Why one Fool finally walked away from his abusive relationship with the banks.
On 30 December, I sold my full stake in Barclays (LSE: BARC) and Lloyds Banking Group (LSE: LLOY). It wasn't quite as painful as I expected, given the size of the losses I was crystallising, although it still hurt.
Why I had to walk away
It was liberating, clearing out of UK banks. It felt a bit like leaving an abusive relationship. Friends said I should have walked away years ago, but I kept going back for more, convincing myself that the bad days were behind us, things would be different this time and it would all work out in the end. Now it's time to move on.
My experience of trying to catch the two lethal falling knives of Barclays and Lloyds was a near-perfect illustration of another wise old investment rule: never invest in something you don't understand.
I don't feel bad about failing to understand the banks. Nobody else does, either. Senior management didn't understand what their derivatives traders are getting up to. Credit ratings agencies failed to spot the risks until too late. Even the taxman doesn't appear to understand the complex legal structures Barclays uses to avoid tax.
The politicians don't understand banks either, and don't want to either. They could order the banks to come clean about the toxic secrets on their balance sheets, but they don't.
I suspect the answer scares them too much.
If you're a trader, rather than a Foolishly long-term investor, you may still be fatally attracted to the banks. Anything that can rise 7% one day and fall 5% the next -- repeatedly -- is a trader's dream.

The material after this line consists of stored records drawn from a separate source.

import { createHash, randomUUID } from 'node:crypto';
import { afterAll, beforeAll, describe, expect, test } from 'vitest';
import { cabinetPlateSchema, rememberedColumnsSchema } from '../../shared/schemas';
import { readScanFile } from '../../shared/scan-file';
import { linearScanText } from '../support/scan-text';
import { answered, call } from './support/calls';
import { type Agent, type Harness, startHarness } from './support/harness';
import { makeLab, plateBody, type TestLab } from './support/lab';
import { LINEAR, BOTH, fitOf, ONE, problemOf, ScanDesk, TRUTH } from './support/scan-desk';

let harness: Harness;
let lead: Agent;
let lab: TestLab;
let desk: ScanDesk;
beforeAll(async () => {
  harness = await startHarness();
  lead = await harness.signIn('adaeze-holm');
  lab = await makeLab(harness, lead, 'Lab of scans');
  desk = new ScanDesk(harness, lead, lab.labId);
}, 60_000);
afterAll(async () => {
  await harness.close();
});

describe('from the file to the calibration', () => {
  test('a scan is the plate’s calibration, with its record and its file under the hash', async () => {
    const plate = await desk.addPlate();
    const text = linearScanText({ truth: TRUTH, seed: 31 });
    const made = await desk.record(plate, await desk.scanBody(plate, text));
    expect(made).toMatchObject({
      method: 'scan between crossed and parallel polarisers, 41 points',
      openQuestions: ['axis'],
      settlesId: null,
      recordedBy: 'Adaeze Holm',
    });
    expect(Math.abs(made.offsetDeg - 31.73)).toBeLessThan(4 * made.offsetSigmaDeg);
    expect(Math.abs(made.retardanceDeg - 86.9)).toBeLessThan(4 * made.retardanceSigmaDeg);

    const now = await desk.plateNow(plate);
    expect(now.plate.calibration).toMatchObject({ id: made.id, offsetDeg: made.offsetDeg });
    expect(now.calibrations.find(({ id }) => id === made.id)?.scan).toMatchObject({ name: 'scan.csv' });

    const { calibration, scan } = await desk.detailOf(plate, made.id);
    expect(calibration).toEqual(made);
    const { found } = fitOf(plate, text);
    expect(scan?.file).toMatchObject({
      id: made.fileId,
      sha256: createHash('sha256').update(text).digest('hex'),
    });
    expect(scan?.record).toEqual({
      format: 'quarterturn.scan/1',
      columns: BOTH,
      light: LINEAR,
      inputStokes: null,
      direction: -1,
      leftOut: [],
      retardanceFrom: 'scan',
      pointCount: 41,
      chiSquared: found.fit.chiSquared,
      degreesOfFreedom: found.fit.degreesOfFreedom,
      sigmaFrom: 'scatter',
      parameters: found.fit.parameters,
      covarianceOf: found.fit.covarianceOf,
      covariance: found.fit.covariance,
    });
    const back = await lead.get(`/api/v1${desk.at(`/files/${made.fileId}`)}`).buffer(true);
    expect(back.text).toBe(text);
  });

  test('one written by hand has no scan in its detail, and one of another plate is not there', async () => {
    const [plate, other] = [await desk.addPlate(), await desk.addPlate()];
    const byHand = plate.calibration?.id ?? '';
    expect((await desk.detailOf(plate, byHand)).scan).toBe(null);
    const path = desk.at(`/plates/${other.id}/calibrations/${byHand}`);
    expect((await call(harness, lead, 'get', path)).status).toBe(404);
  });

  test('a repeat with its key records once', async () => {
    const plate = await desk.addPlate();
    const body = await desk.scanBody(plate, linearScanText({ truth: TRUTH, seed: 32 }));
    const key = randomUUID();
    const again = () => call(harness, lead, 'post', desk.at(`/plates/${plate.id}/scans`), { body, key });
    const [first, second] = [await again(), await again()];
    expect([first.status, second.status, second.body]).toEqual([201, 201, first.body]);
    expect((await desk.plateNow(plate)).calibrations).toHaveLength(2);
  });

  test('one port without power takes over the retardance of before and says so', async () => {
    const plate = await desk.addPlate();
    const text = linearScanText({ truth: TRUTH, seed: 33, ports: 'crossed' });
    const made = await desk.record(plate, await desk.scanBody(plate, text, { columns: ONE }));
    expect(made).toMatchObject({
      retardanceDeg: plate.calibration?.retardanceDeg,
      retardanceSigmaDeg: plate.calibration?.retardanceSigmaDeg,
      method: 'scan between crossed polarisers, 41 points',
    });
    expect((await desk.detailOf(plate, made.id)).scan?.record).toMatchObject({
      retardanceFrom: 'before',
      columns: ONE,
    });
  });

  test('one port without power and without a calibration before is refused', async () => {
    const { seat, ...facts } = plateBody('Q-bare', {
      kind: 'quarter',
      mount: { name: 'M-bare', direction: -1 },
    });
    if (seat.kind !== 'new-mount') throw new Error('the plate has a mount');
    const body = { ...facts, seat: { ...seat, since: '2026-06-01T10:00:00Z', calibration: null } };
    const plate = await answered(
      call(harness, lead, 'post', desk.at('/plates'), { body }),
      cabinetPlateSchema,
    );
    const text = linearScanText({ truth: TRUTH, seed: 34, ports: 'crossed' });
    const refused = await desk.send(plate, await desk.scanBody(plate, text, { columns: ONE }));
    const { code, detail } = problemOf(refused.text);
    expect([refused.status, code]).toEqual([409, 'no-retardance']);
    expect(detail).toContain('State the power that enters');
  });
});

describe('the lab’s memory of columns', () => {
  const read = (labId: string, text: string) => {
    const reading = readScanFile(new TextEncoder().encode(text));
    if (reading.kind === 'faults') throw new Error('the file has faults');
    const query = `signature=${encodeURIComponent(reading.signature)}`;
    return answered(
      call(harness, lead, 'get', `/labs/${labId}/scan-columns?${query}`),
      rememberedColumnsSchema,
    );
  };
  const unnamed = (seed: number) =>
    linearScanText({ truth: TRUTH, seed }).replace(/^.*\n/u, 'a;b (mW);c (mW)\n');

  test('comes back for a file that looks alike, the last one, and not for another', async () => {
    const plate = await desk.addPlate();
    expect(await read(lab.labId, unnamed(41))).toEqual({ columns: null });
    await desk.record(plate, await desk.scanBody(plate, unnamed(41)));
    expect(await read(lab.labId, unnamed(42))).toEqual({ columns: BOTH });
    const columns = { ...BOTH, dial: { column: 0, unit: null } };
    await desk.record(plate, await desk.scanBody(plate, unnamed(43), { columns }));
    expect(await read(lab.labId, unnamed(42))).toEqual({ columns });
    expect(await read(lab.labId, unnamed(42).replaceAll(';', '\t'))).toEqual({ columns: null });
  });

  test('does not reach into another lab', async () => {
    const plate = await desk.addPlate();
    await desk.record(plate, await desk.scanBody(plate, unnamed(44)));
    const other = await makeLab(harness, lead, 'Another lab of scans');
    expect(await read(other.labId, unnamed(45))).toEqual({ columns: null });
  });

  test('asks for a signature', async () => {
    expect((await call(harness, lead, 'get', desk.at('/scan-columns'))).status).toBe(400);
  });
});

Better still, these sharp movements follow a fixed pattern. Banking stocks soar every time the EU had another one of its 'save the euro' summits, and somehow convinces the world it has done just that. The next day they collapse, as the world snaps out of its self-induced stupor.
Yer daft apeth!
There is a danger in quitting the banks. First, you are exiting at a lousy time. The chances are you will be taking out a lot less than you put in.
If a solution to the eurozone crisis mysteriously emerges (miracles do happen), this sector could soar. At time of writing, Lloyds trades at 27p. It doesn't take a great stretch of the imagination to see it trading at 54p.
If that happens, I'll be writing an article saying why I was daft to sell the banks. And you can all laugh at me.
At least I will be diverting some of the money into low-cost FTSE 100 trackers. These will give me some exposure to any banking recovery, when it comes, but with much less risk.
There are big dangers in hanging on to banks as well. Given the paucity of dividends, it could be some years before you start making any money from this sector.
I haven't sold my loss-making stake in Aviva (LSE: AV), for example, because it currently yields 8.5%. That gives me something meaty to chew on until I'm served a sweet slab of capital growth.
Banks also face a lot of hard work before they can be welcomed into polite society again. Simply deleveraging isn't enough -- the sector needs fundamental restructuring. Politicians are still gunning for them. The volatility is likely to continue.
Gone for good?
The most immediate threat is the single currency crisis. If that worsens and we get default and contagion, banking stocks could fall even lower than they have.
That's the final reason I'm feeling relatively relaxed about waving goodbye to the banks. Given current volatility, there's always a chance I can buy back into the banks at an even cheaper rate than I sold.
But for now, I'm happy to be out of this abusive relationship.